Exercise directions — Repeat only the lines below from the one containing "EPC', (_what, text)" through the one containing "for (const seed", inclusive, exactly as written.

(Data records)

————————

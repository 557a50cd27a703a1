import { describe, expect, test } from 'vitest';
import { canonicalEpc } from '../../server/domain/identifiers/epc.js';
import { resolveTag } from '../../server/domain/identifiers/resolve-tag.js';

// Sources: the three hex values are the examples in the documentation of the npm library epc-tds;
// the GIAI-96 follows the partition table of the GS1 EPC Tag Data Standard, 14.6.5 (partition 5:
// 24 bits company prefix 0614141, 58 bits asset reference 12345, filter 0).
const SGTIN_96 = '3074257BF7194E4000001A85';
const SSCC_96 = '3178E61C883950F59A000000';
const GRAI_170 = '377A6BB0C1BDA6D9B664D1AB266D1AB266D1AB266D00';
const GIAI_96 = '3414257BF400000000003039';

describe('EPC by the GS1 Tag Data Standard', () => {
  test.each([SGTIN_96, SSCC_96, GRAI_170, GIAI_96])('%s stands for itself', (hex) => {
    expect(canonicalEpc(hex)).toBe(hex);
    expect(canonicalEpc(` ${hex.toLowerCase()}\n`)).toBe(hex);
    expect(resolveTag(hex)).toEqual({ kind: 'epc', value: hex });
  });

  test('the zeros that a reader pads with make no other tag', () => {
    expect(canonicalEpc(`${GIAI_96}00000000`)).toBe(GIAI_96);
    expect(resolveTag(`${GIAI_96}00000000`)).toEqual({ kind: 'epc', value: GIAI_96 });
    expect(canonicalEpc(`${GIAI_96}00000001`)).toBeNull();
  });

  test('a tag URI stands for the same tag as its hex', () => {
    expect(canonicalEpc('urn:epc:tag:giai-96:0.0614141.12345')).toBe(GIAI_96);
    expect(canonicalEpc('urn:epc:tag:sgtin-96:3.0614141.812345.6789')).toBe(SGTIN_96);
    expect(canonicalEpc('urn:epc:tag:giai-96:9.0614141.12345')).toBeNull();
    expect(canonicalEpc('urn:epc:tag:giai-96:0.0614141.12x45')).toBeNull();
  });

  test.each([
    ['an unknown header', 'FF74257BF7194E4000001A85'],
    ['an invalid partition', '34FFFFFFFFFFFFFFFFFFFFFF'],
    ['a truncated tag', '377A6BB0C1BDA6D9B664D1AB'],
    ['no hex', 'not an EPC at all, but long enough'],
    ['nothing', ''],
  ])('%s is no EPC', (_what, text) => {
    expect(canonicalEpc(text)).toBeNull();
    expect(resolveTag(text)).toMatchObject({ kind: 'hold', hold: 'undecodable-tag' });
  });
});
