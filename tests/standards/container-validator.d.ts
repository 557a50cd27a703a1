declare module 'container-validator' {
  export default class ContainerValidator {
    /** From four letters and six digits; -1 when the library refuses them. */
    createCheckDigit(numberWithoutDigit: string): number;
  }
}
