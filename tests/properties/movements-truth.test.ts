import { describe, expect, test } from 'vitest';
import { historyOf } from '../../server/domain/movements/history-of.js';
import type { Equipped } from '../support/network-builder.js';
import { addScores, NOTHING, scoreHistory, type Miss, type Score } from '../support/truth-score.js';
import { generateTraffic, twoYards } from '../support/two-yards.js';

const SEEDS = Array.from({ length: 20 }, (_, index) => 4100 + index);
const startsAt = Date.UTC(2026, 2, 2, 4);

/** Floors and ceilings in per cent, a little outside what the rules are said to reach. */
const LIMITS = {
  sensors: { right: 99.1, wrong: 0.15, arrivals: 99.5, departures: 99.2, switched: 1.2 },
  offsets: { right: 99.8, wrong: 0, arrivals: 99.6, departures: 99.6, switched: 0.5 },
  single: { right: 97.5, wrong: 0.1, arrivals: 97.3, departures: 97.4, switched: 0.5 },
};

/** Four days of trains and switching between two yards, a seed at a time. */
function play(equipped: Equipped): { score: Score; misses: string[] } {
  const world = twoYards(equipped);
  const misses: string[] = [];
  let score = NOTHING;
  const line = (seed: number, { what, unit, at }: Miss) => `seed ${seed}: ${what}: ${unit} ${at}`;
  for (const seed of SEEDS) {
    const traffic = generateTraffic(world, seed, { hours: 96, startsAt, cars: 60 });
    const one = scoreHistory(world, traffic, historyOf(traffic, world.configuration));
    score = addScores(score, one.score);
    misses.push(...one.misses.map((miss) => line(seed, miss)));
  }
  return { score, misses };
}

describe.each(['sensors', 'offsets', 'single'] as const)(
  'what really happened, seen by %s',
  (equipped) => {
    const { score, misses } = play(equipped);
    const limits = LIMITS[equipped];
    const percent = (part: number, whole: number) => (100 * part) / whole;
    const seen = `seeds ${SEEDS[0]} to ${SEEDS.at(-1)}: ${JSON.stringify(score)}\n${misses.join('\n')}`;

    test('there was enough of it', () => {
      expect(score.moves).toBeGreaterThan(10_000);
      expect(score.switched).toBeGreaterThan(1000);
      expect(score.arrivals).toBeGreaterThan(5000);
      expect(score.departures).toBeGreaterThan(5000);
    });

    test('directions are right, and hardly ever wrong', () => {
      expect(percent(score.right, score.moves), seen).toBeGreaterThanOrEqual(limits.right);
      expect(percent(score.wrong, score.moves), seen).toBeLessThanOrEqual(limits.wrong);
    });

    test('arrivals and departures are known to the minute', () => {
      const { arrivals, departures } = score;
      const came = percent(score.arrivalsInAMinute, arrivals);
      const left = percent(score.departuresInAMinute, departures);
      expect(came, seen).toBeGreaterThanOrEqual(limits.arrivals);
      expect(left, seen).toBeGreaterThanOrEqual(limits.departures);
    });

    test('cars that were only switched stay where they are', () => {
      const { switched, switchedWithCrossing, departures, falseDepartures } = score;
      expect(percent(switchedWithCrossing, switched), seen).toBeLessThanOrEqual(limits.switched);
      expect(percent(falseDepartures, departures), seen).toBeLessThanOrEqual(0.4);
    });
  },
);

————————

Output for this exercise —
  ])('%s is no EPC', (_what, text) => {
    expect(canonicalEpc(text)).toBeNull();
    expect(resolveTag(text)).toMatchObject({ kind: 'hold', hold: 'undecodable-tag' });
  });
});
filename tests/standards/container-validator.d.ts
repository 557a50cd27a703a1
declare module 'container-validator' {
  export default class ContainerValidator {
    /** From four letters and six digits; -1 when the library refuses them. */
    createCheckDigit(numberWithoutDigit: string): number;
  }
}
filename tests/properties/movements-truth.test.ts
import { describe, expect, test } from 'vitest';
import { historyOf } from '../../server/domain/movements/history-of.js';
import type { Equipped } from '../support/network-builder.js';
import { addScores, NOTHING, scoreHistory, type Miss, type Score } from '../support/truth-score.js';
import { generateTraffic, twoYards } from '../support/two-yards.js';

const SEEDS = Array.from({ length: 20 }, (_, index) => 4100 + index);
const startsAt = Date.UTC(2026, 2, 2, 4);

/** Floors and ceilings in per cent, a little outside what the rules are said to reach. */
const LIMITS = {
  sensors: { right: 99.1, wrong: 0.15, arrivals: 99.5, departures: 99.2, switched: 1.2 },
  offsets: { right: 99.8, wrong: 0, arrivals: 99.6, departures: 99.6, switched: 0.5 },
  single: { right: 97.5, wrong: 0.1, arrivals: 97.3, departures: 97.4, switched: 0.5 },
};

/** Four days of trains and switching between two yards, a seed at a time. */
function play(equipped: Equipped): { score: Score; misses: string[] } {
  const world = twoYards(equipped);
  const misses: string[] = [];
  let score = NOTHING;
  const line = (seed: number, { what, unit, at }: Miss) => `seed ${seed}: ${what}: ${unit} ${at}`;
  for (const seed of SEEDS) {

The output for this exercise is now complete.